The sim/create-test function triggers the multimethod with the same name mentioned above.

You might have notice that we’re about to run a pretty long simulation, luckily simulant can run with a faster running clock. We can configure a clock multiplier with the sim/create-fixed-clock function.

Running the simulation

The next step is to run the simulation instance we just created. Please note that we just run them, we are not asserting the results (yet).

(def pruns
  (->> #(sim/run-sim-process db/sim-uri (:db/id site-usage-sim))
       (repeatedly (:sim/processCount site-usage-sim))
       (into [])))

;; wait for sim to finish
(time
 (mapv (fn [prun] @(:runner prun)) pruns))

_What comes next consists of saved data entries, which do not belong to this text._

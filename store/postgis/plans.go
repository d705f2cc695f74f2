package postgis

import (
	"context"
	"encoding/json"
	"errors"
	"fmt"

	"github.com/jackc/pgx/v5"

	"ridgeflank/store"
)

const planCols = `id, name, description, ST_AsBinary(lines), line_names::text, settings::text, created_at, updated_at, version`

func scanPlan(row pgx.Row) (store.Plan, error) {
	var p store.Plan
	var geom []byte
	var names, settings string
	if err := row.Scan(&p.ID, &p.Name, &p.Description, &geom, &names, &settings, &p.CreatedAt, &p.UpdatedAt, &p.Version); err != nil {
		return p, err
	}
	lines, err := store.PlanLinesFromStored(geom, []byte(names))
	if err != nil {
		return p, fmt.Errorf("plan %s: %w", p.ID, err)
	}
	p.Lines = lines
	p.Settings = json.RawMessage(settings)
	p.CreatedAt, p.UpdatedAt = p.CreatedAt.UTC(), p.UpdatedAt.UTC()
	return p, nil
}

// planColumns encodes the geometry (GeoJSON for ST_GeomFromGeoJSON) and names of p.
func planColumns(p store.Plan) (string, string, error) {
	gj, err := geoJSON(p.Geometry())
	if err != nil {
		return "", "", err
	}
	names, err := store.PlanNamesJSON(p)
	return gj, names, err
}

// CreatePlan implements store.Store.
func (s *Store) CreatePlan(ctx context.Context, p store.Plan) (_ store.Plan, err error) {
	defer unavailable(&err)
	if err := p.PrepareCreate(); err != nil {
		return store.Plan{}, err
	}
	gj, names, err := planColumns(p)
	if err != nil {
		return store.Plan{}, err
	}
	_, err = s.pool.Exec(ctx, `INSERT INTO plans (id, name, description, lines, line_names, settings, created_at, updated_at, version)
		VALUES ($1, $2, $3, ST_SetSRID(ST_GeomFromGeoJSON($4::text), 4326), $5::text::jsonb, $6::text::json, $7, $8, $9)`,
		p.ID, p.Name, p.Description, gj, names, string(p.Settings), p.CreatedAt, p.UpdatedAt, p.Version)
	if err != nil {
		return store.Plan{}, fmt.Errorf("creating plan: %w", mapErr(err))
	}
	return p, nil
}

// GetPlan implements store.Store.
func (s *Store) GetPlan(ctx context.Context, id string) (_ store.Plan, err error) {
	defer unavailable(&err)
	if err := store.LookupID("plan", id); err != nil {
		return store.Plan{}, err
	}
	return getByID(ctx, s, scanPlan, "plan", id, `SELECT `+planCols+` FROM plans WHERE id = $1`)
}

// ListPlans implements store.Store.
func (s *Store) ListPlans(ctx context.Context, p store.Page) (_ []store.Plan, err error) {
	defer unavailable(&err)
	return listPage(ctx, s, scanPlan, "plans", `SELECT `+planCols+` FROM plans ORDER BY created_at, id LIMIT $1 OFFSET $2`, p)
}

// UpdatePlan implements store.Store.
func (s *Store) UpdatePlan(ctx context.Context, p store.Plan) (_ store.Plan, err error) {
	defer unavailable(&err)
	if err := p.PrepareUpdate(); err != nil {
		return store.Plan{}, err
	}
	gj, names, err := planColumns(p)
	if err != nil {
		return store.Plan{}, err
	}
	expected := p.Version
	err = s.pool.QueryRow(ctx, `UPDATE plans SET name = $2, description = $3, lines = ST_SetSRID(ST_GeomFromGeoJSON($4::text), 4326),
		line_names = $5::text::jsonb, settings = $6::text::json, updated_at = $7, version = version + 1
		WHERE id = $1 AND version = $8 RETURNING created_at, version`,
		p.ID, p.Name, p.Description, gj, names, string(p.Settings), p.UpdatedAt, expected).Scan(&p.CreatedAt, &p.Version)
	if errors.Is(err, pgx.ErrNoRows) {
		return store.Plan{}, fmt.Errorf("updating plan: %w", versionCheck(ctx, s.pool, "plans", "plan", p.ID, expected))
	}
	if err != nil {
		return store.Plan{}, fmt.Errorf("updating plan: %w", mapErr(err))
	}
	p.CreatedAt = p.CreatedAt.UTC()
	return p, nil
}

// DeletePlan implements store.Store.
func (s *Store) DeletePlan(ctx context.Context, id string, expectedVersion int64) (err error) {
	defer unavailable(&err)
	if err := store.LookupID("plan", id); err != nil {
		return err
	}
	return s.deleteVersioned(ctx, "plans", "plan", id, expectedVersion)
}
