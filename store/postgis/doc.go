// Package postgis is the PostgreSQL/PostGIS implementation of store.Store (pgx v5 pool,
// geometry columns in EPSG:4326 with GiST indexes, spatial filters evaluated in the database).
package postgis
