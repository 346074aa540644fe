// Runs every test suite (server, client unit, browser), then prints one line with the totals.
import { existsSync, mkdirSync, readFileSync, rmSync } from 'node:fs';
import { join } from 'node:path';
import { spawnSync } from 'node:child_process';

const root = new URL('..', import.meta.url).pathname;
const out = join(root, 'test-results');
mkdirSync(out, { recursive: true });

function run(label, command, args, env = {}) {
  console.log(`\n=== ${label} ===`);
  const started = Date.now();
  const result = spawnSync(command, args, {
    cwd: root,
    stdio: 'inherit',
    env: { ...process.env, ...env },
  });
  console.log(
    `=== ${label}: exit ${result.status} after ${Math.round((Date.now() - started) / 1000)} s ===`,
  );
  return result.status ?? 1;
}

function vitestTotals(file) {
  if (!existsSync(file)) return null;
  const report = JSON.parse(readFileSync(file, 'utf8'));
  return { passed: report.numPassedTests ?? 0, failed: report.numFailedTests ?? 0 };
}

function playwrightTotals(file) {
  if (!existsSync(file)) return null;
  const report = JSON.parse(readFileSync(file, 'utf8'));
  const stats = report.stats ?? {};
  return { passed: stats.expected ?? 0, failed: (stats.unexpected ?? 0) + (stats.flaky ?? 0) };
}

const suites = [];
for (const file of ['server.json', 'client.json', 'browser.json'])
  rmSync(join(out, file), { force: true });

const buildStatus = run('build the web client', 'node', ['scripts/build-if-needed.mjs']);

const serverStatus = run('server tests', 'npx', [
  'vitest',
  'run',
  '--config',
  'vitest.server.config.ts',
  '--reporter=default',
  '--reporter=json',
  `--outputFile.json=${join(out, 'server.json')}`,
]);
suites.push(['server', serverStatus, vitestTotals(join(out, 'server.json'))]);

const clientStatus = run('client unit tests', 'npx', [
  'ng',
  'test',
  '--watch=false',
  '--reporters=json',
  '--reporters=default',
  `--output-file=${join(out, 'client.json')}`,
]);
suites.push(['client', clientStatus, vitestTotals(join(out, 'client.json'))]);

const browserStatus =
  buildStatus === 0
    ? run('browser tests', 'npx', ['playwright', 'test'], {
        PLAYWRIGHT_JSON_OUTPUT_NAME: join(out, 'browser.json'),
      })
    : 1;
suites.push(['browser', browserStatus, playwrightTotals(join(out, 'browser.json'))]);

let passed = 0;
let failed = 0;
console.log('\n=== summary ===');
for (const [name, status, totals] of suites) {
  const t = totals ?? { passed: 0, failed: 1 };
  // A suite that crashed before reporting counts as one failure, so a broken run is never green.
  if (status !== 0 && t.failed === 0) t.failed = 1;
  passed += t.passed;
  failed += t.failed;
  console.log(`${name}: ${t.passed} passed, ${t.failed} failed (exit ${status})`);
}
console.log(`${passed} passed, ${failed} failed`);
process.exit(failed === 0 && buildStatus === 0 ? 0 : 1);
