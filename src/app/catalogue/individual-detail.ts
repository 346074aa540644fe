import type { CatalogueEntry } from '../../../shared/identify';

/** The individual page's data as the server sends it. */
export interface IndividualDetail extends CatalogueEntry {
  requestedAs: string;
  resolvedFromAlias: boolean;
  timeline: {
    sightingId: string;
    eventId: string;
    start: string;
    stationCode: string;
    flank: string;
    quality: string;
    thumbUrl: string;
    photoId: string;
  }[];
  stationsDetected: {
    stationId: string;
    code: string;
    lat: number | null;
    lon: number | null;
    detections: number;
    withheld: boolean;
  }[];
  coordinatePrecision: number | null;
  history: { action: string; at: string; by: string; before: unknown; after: unknown }[];
}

Here we are kicking off the sim run (of several different threads) and waiting for them all to finish.

Looking at the results

After a sim is run, we have a lot of (hopefully) useful data in our database. Now comes the payoff of all the setup described above, we can use all the power of datomic queries to look at this data and find potential issues. Here’s a simple example (there are more in the example project) – we want to make sure the payload we got back from the get actions are the same we sent in the put actions.

(defn- get-payload-map [action-type payload-attribute]
  (->> (d/q '[:find ?id ?payload
              :in $ ?action-type ?payload-attribute
              :where
              [?e :action/type ?action-type]
              [?e :action/siteId ?id]
              [?e ?payload-attribute ?payload]]
            simdb action-type payload-attribute)
       (map (fn [[id payload]] [id (read-string payload)]))
       (into {})))

(let [posted-payloads (get-payload-map :action.type/put :action/payload)
      received-payloads (get-payload-map :action.type/get :action/sitePayload)]
  (doseq [[id payload] received-payloads]
    (assert (= payload (posted-payloads id)))))

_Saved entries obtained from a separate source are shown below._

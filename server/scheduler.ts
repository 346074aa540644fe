import type { Logger } from 'pino';
import type { Db } from './db/database';
import type { Mailer } from './mail/mailer';
import { sendDueDigests } from './services/digest.service';

/** Periodic work of a running server: the daily curators' digest (checked every half hour). */
export function startScheduler(deps: {
  db: Db;
  mailer: Mailer;
  log: Logger;
  publicUrl: string;
}): () => void {
  const tick = () => {
    sendDueDigests(deps.db, deps.mailer, deps.publicUrl)
      .then((sent) => sent && deps.log.info({ sent }, 'daily curate digests sent'))
      .catch((err: unknown) => deps.log.error({ err }, 'digest schedule failed'));
  };
  const timer = setInterval(tick, 30 * 60 * 1000);
  timer.unref();
  return () => clearInterval(timer);
}
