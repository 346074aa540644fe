import type SQLite from 'better-sqlite3';
import { existsSync } from 'node:fs';
import { join } from 'node:path';
import express, { type Express } from 'express';
import session from 'express-session';
import helmet from 'helmet';
import type { Logger } from 'pino';
import { pinoHttp } from 'pino-http';
import { createPassport } from './auth/passport';
import { KyselySessionStore } from './auth/session-store';
import type { Config } from './config';
import type { Db } from './db/database';
import { apiNotFound, errorHandler } from './errors/error-handler';
import type { IngestRuntime } from './ingest-runtime';
import type { Mailer } from './mail/mailer';
import { csrfProtection, xsrfCookie } from './middleware/csrf';
import { adminRoutes } from './routes/admin.routes';
import { analysesRoutes } from './routes/analyses.routes';
import { authRoutes } from './routes/auth.routes';
import { exportsRoutes } from './routes/exports.routes';
import { estimateRoutes } from './routes/estimate.routes';
import { healthRoutes } from './routes/health.routes';
import { identifyRoutes } from './routes/identify.routes';
import { curateRoutes } from './routes/curate.routes';
import { deploymentsRoutes } from './routes/deployments.routes';
import { photosRoutes } from './routes/photos.routes';
import { projectsRoutes } from './routes/projects.routes';
import { sessionsRoutes } from './routes/sessions.routes';
import { sortRoutes } from './routes/sort.routes';
import { stationsRoutes } from './routes/stations.routes';
import { uploadsRoutes } from './routes/uploads.routes';

/** What the app needs from the outside world; tests pass their own. */
export interface AppDeps {
  db: Db;
  config: Config;
  log: Logger;
  mailer: Mailer;
  ingest: IngestRuntime;
  /** The raw SQLite handle, for the online backup API (falls back to VACUUM INTO without it). */
  sqlite?: SQLite.Database;
}

export const SESSION_COOKIE = 'maculo.sid';
const JSON_LIMIT = '1mb';

/** Builds the Express app (API and the built client) and nothing else: no listening, no timers to await. */
export function createApp(deps: AppDeps): Express {
  const { db, config, log } = deps;
  const app = express();
  app.disable('x-powered-by');
  app.set('trust proxy', 'loopback');

  app.use(
    helmet({
      contentSecurityPolicy: {
        useDefaults: true,
        directives: {
          'img-src': ["'self'", 'data:', 'blob:'],
          'style-src': ["'self'", "'unsafe-inline'"],
          'upgrade-insecure-requests': config.secureCookies ? [] : null,
        },
      },
      strictTransportSecurity: config.secureCookies,
    }),
  );
  app.use(xsrfCookie({ secure: config.secureCookies }));
  app.use(
    pinoHttp({ logger: log, autoLogging: { ignore: (req) => !req.url?.startsWith('/api') } }),
  );

  const store = new KyselySessionStore(db);
  const passport = createPassport(db);
  const api = express.Router();
  api.use(express.json({ limit: JSON_LIMIT }));
  api.use(
    session({
      name: SESSION_COOKIE,
      secret: config.sessionSecret,
      store,
      resave: false,
      saveUninitialized: false,
      rolling: true,
      cookie: {
        httpOnly: true,
        sameSite: 'lax',
        secure: config.secureCookies,
        maxAge: 14 * 24 * 60 * 60 * 1000,
      },
    }),
  );
  api.use(passport.initialize());
  api.use(passport.session());
  api.use(csrfProtection());

  api.use(healthRoutes(deps));
  api.use(authRoutes(deps, passport));
  api.use(projectsRoutes(deps));
  api.use(adminRoutes(deps));
  api.use(stationsRoutes(deps));
  api.use(deploymentsRoutes(deps));
  api.use(uploadsRoutes(deps));
  api.use(photosRoutes(deps));
  api.use(sortRoutes(deps));
  api.use(identifyRoutes(deps));
  api.use(curateRoutes(deps));
  api.use(estimateRoutes(deps));
  api.use(sessionsRoutes(deps));
  api.use(analysesRoutes(deps));
  api.use(exportsRoutes(deps));
  api.use(apiNotFound);
  app.use('/api', api);

  serveClient(app, config.clientDist);
  app.use(errorHandler(log));
  return app;
}

/** Serves the built Angular app; unknown HTML requests outside /api get index.html. */
function serveClient(app: Express, dist: string): void {
  const index = join(dist, 'index.html');
  app.use(express.static(dist, { index: false, maxAge: '1h' }));
  app.get('/{*splat}', (req, res, next) => {
    if (req.path.startsWith('/api') || !req.accepts('html')) return next();
    if (!existsSync(index)) {
      res
        .status(503)
        .type('text')
        .send('The web client is not built yet. Run `npm start` (it builds first).');
      return;
    }
    res.set('Cache-Control', 'no-cache').sendFile(index);
  });
}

Please note that this query extracts the payloads from all simulations (in case you’ve run more than one). Once again, have a look at the example project for how to restrict your queries to a single sim.

Conclusion and some perf considerations

This is pretty cool right? So is simulant the silver bullet for all system testing? Well no, it is certainly capable of replacing many system test frameworks, but for extreme use-cases some of the inherent limitations of datomic will become a problem. One of these limitations are write throughput. Datomic only have one write path (one transactor) and if you are thinking about replacing a hardcore stress testing environment using something like Gatling you might be out of luck.

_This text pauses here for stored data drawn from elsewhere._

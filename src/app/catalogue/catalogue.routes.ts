import type { Routes } from '@angular/router';
import { projectRoleGuard } from '../core/guards';

export const CATALOGUE_ROUTES: Routes = [
  {
    path: '',
    canActivate: [projectRoleGuard('reviewer')],
    children: [
      { path: '', loadComponent: () => import('./catalogue-page').then((m) => m.CataloguePage) },
      {
        path: ':idOrCode',
        title: 'Individual · Maculo',
        loadComponent: () => import('./individual-page').then((m) => m.IndividualPage),
      },
    ],
  },
];
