import { HttpClient } from '@angular/common/http';
import { Injectable, inject } from '@angular/core';
import { firstValueFrom } from 'rxjs';
import type { IndividualDetail } from './individual-detail';

/** Curator writes to individuals. */
@Injectable({ providedIn: 'root' })
export class CatalogueApi {
  private readonly http = inject(HttpClient);

  /** Edits nickname, sex, notes or tags. */
  update(
    slug: string,
    id: string,
    patch: { nickname?: string | null; sex?: string; notes?: string; tags?: string[] },
  ) {
    return firstValueFrom(
      this.http.patch<IndividualDetail>(`/api/projects/${slug}/individuals/${id}`, patch),
    );
  }

  /** Sets the reference photos of a flank. */
  setReferences(slug: string, id: string, flank: 'left' | 'right' | 'other', photoIds: string[]) {
    return firstValueFrom(
      this.http.put<IndividualDetail>(`/api/projects/${slug}/individuals/${id}/references`, {
        flank,
        photoIds,
      }),
    );
  }
}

However, it is not necessarily is huge problem, I see tools like simulant and gatling complementing each other, they solve different problems. Simulant is more about simulating real usage, run in ‘moderate’ pace collecting all kinds of system information, and later analyzing it.

Having said this, Datomic certainly have a bunch of options to improve its write throughput by using different database backends (like in-memory, dynamodb) – some more expensive than others. One quite clever way is to run the simulation with against a in-memory database and then (as a batch job) dump all the data into another db-backed datomic instance.